* Problem:
Collect every line of the records below that contains the word "type".

* Provided information:
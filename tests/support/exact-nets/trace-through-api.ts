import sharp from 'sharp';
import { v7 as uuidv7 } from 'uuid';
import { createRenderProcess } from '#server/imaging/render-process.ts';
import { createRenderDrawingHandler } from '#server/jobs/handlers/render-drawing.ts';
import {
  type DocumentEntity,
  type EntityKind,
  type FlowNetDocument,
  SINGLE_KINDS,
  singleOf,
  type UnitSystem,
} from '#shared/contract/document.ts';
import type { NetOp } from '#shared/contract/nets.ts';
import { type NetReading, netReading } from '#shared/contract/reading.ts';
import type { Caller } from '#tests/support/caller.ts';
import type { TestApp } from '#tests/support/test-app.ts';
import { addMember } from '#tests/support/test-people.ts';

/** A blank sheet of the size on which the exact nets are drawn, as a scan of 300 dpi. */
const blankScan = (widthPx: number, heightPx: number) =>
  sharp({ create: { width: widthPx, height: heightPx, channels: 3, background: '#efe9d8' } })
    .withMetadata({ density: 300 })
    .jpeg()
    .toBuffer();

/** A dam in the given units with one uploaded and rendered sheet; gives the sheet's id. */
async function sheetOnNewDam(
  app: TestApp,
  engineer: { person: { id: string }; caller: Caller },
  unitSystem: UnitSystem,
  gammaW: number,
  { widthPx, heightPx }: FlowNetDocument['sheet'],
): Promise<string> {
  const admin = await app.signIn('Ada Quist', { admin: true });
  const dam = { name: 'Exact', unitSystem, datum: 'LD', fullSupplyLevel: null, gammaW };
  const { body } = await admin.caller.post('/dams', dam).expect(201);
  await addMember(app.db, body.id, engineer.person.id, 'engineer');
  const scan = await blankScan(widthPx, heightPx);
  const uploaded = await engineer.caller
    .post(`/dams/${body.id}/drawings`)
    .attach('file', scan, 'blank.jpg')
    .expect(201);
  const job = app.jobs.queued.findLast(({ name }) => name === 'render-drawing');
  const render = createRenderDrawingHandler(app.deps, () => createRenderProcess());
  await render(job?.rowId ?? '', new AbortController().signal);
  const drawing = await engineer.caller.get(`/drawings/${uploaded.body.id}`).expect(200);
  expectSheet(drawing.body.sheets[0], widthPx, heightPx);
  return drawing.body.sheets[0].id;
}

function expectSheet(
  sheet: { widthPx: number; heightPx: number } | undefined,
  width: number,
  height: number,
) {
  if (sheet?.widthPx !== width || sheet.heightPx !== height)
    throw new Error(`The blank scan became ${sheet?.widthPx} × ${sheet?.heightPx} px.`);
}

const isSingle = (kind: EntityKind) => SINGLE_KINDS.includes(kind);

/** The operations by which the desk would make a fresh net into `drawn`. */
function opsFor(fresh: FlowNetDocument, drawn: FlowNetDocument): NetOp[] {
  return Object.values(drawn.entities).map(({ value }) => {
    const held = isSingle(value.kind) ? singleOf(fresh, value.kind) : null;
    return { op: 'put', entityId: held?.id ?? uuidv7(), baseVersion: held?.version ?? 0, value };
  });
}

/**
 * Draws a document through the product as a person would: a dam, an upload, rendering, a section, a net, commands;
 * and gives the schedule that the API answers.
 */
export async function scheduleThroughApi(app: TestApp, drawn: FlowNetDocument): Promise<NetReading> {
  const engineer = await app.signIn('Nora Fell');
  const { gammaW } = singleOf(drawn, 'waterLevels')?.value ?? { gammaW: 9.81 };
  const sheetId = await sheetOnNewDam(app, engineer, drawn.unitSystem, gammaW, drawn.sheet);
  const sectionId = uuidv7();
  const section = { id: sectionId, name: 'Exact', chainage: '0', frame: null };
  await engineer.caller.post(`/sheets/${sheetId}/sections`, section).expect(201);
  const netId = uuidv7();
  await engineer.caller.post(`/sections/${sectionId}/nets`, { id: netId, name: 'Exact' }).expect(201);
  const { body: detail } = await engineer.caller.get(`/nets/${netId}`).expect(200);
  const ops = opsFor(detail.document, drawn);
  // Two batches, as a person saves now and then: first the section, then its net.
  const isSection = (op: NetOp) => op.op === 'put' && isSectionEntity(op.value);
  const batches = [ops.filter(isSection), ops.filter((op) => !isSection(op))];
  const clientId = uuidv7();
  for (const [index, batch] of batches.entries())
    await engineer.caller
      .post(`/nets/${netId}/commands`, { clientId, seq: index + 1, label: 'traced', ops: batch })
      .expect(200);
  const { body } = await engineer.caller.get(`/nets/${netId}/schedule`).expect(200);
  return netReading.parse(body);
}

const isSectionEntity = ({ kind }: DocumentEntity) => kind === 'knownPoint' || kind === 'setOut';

* Result of this task:
  type DocumentEntity,
  type EntityKind,
  type FlowNetDocument,
  type UnitSystem,
import type { NetOp } from '#shared/contract/nets.ts';
import { type NetReading, netReading } from '#shared/contract/reading.ts';
import type { Caller } from '#tests/support/caller.ts';
import type { TestApp } from '#tests/support/test-app.ts';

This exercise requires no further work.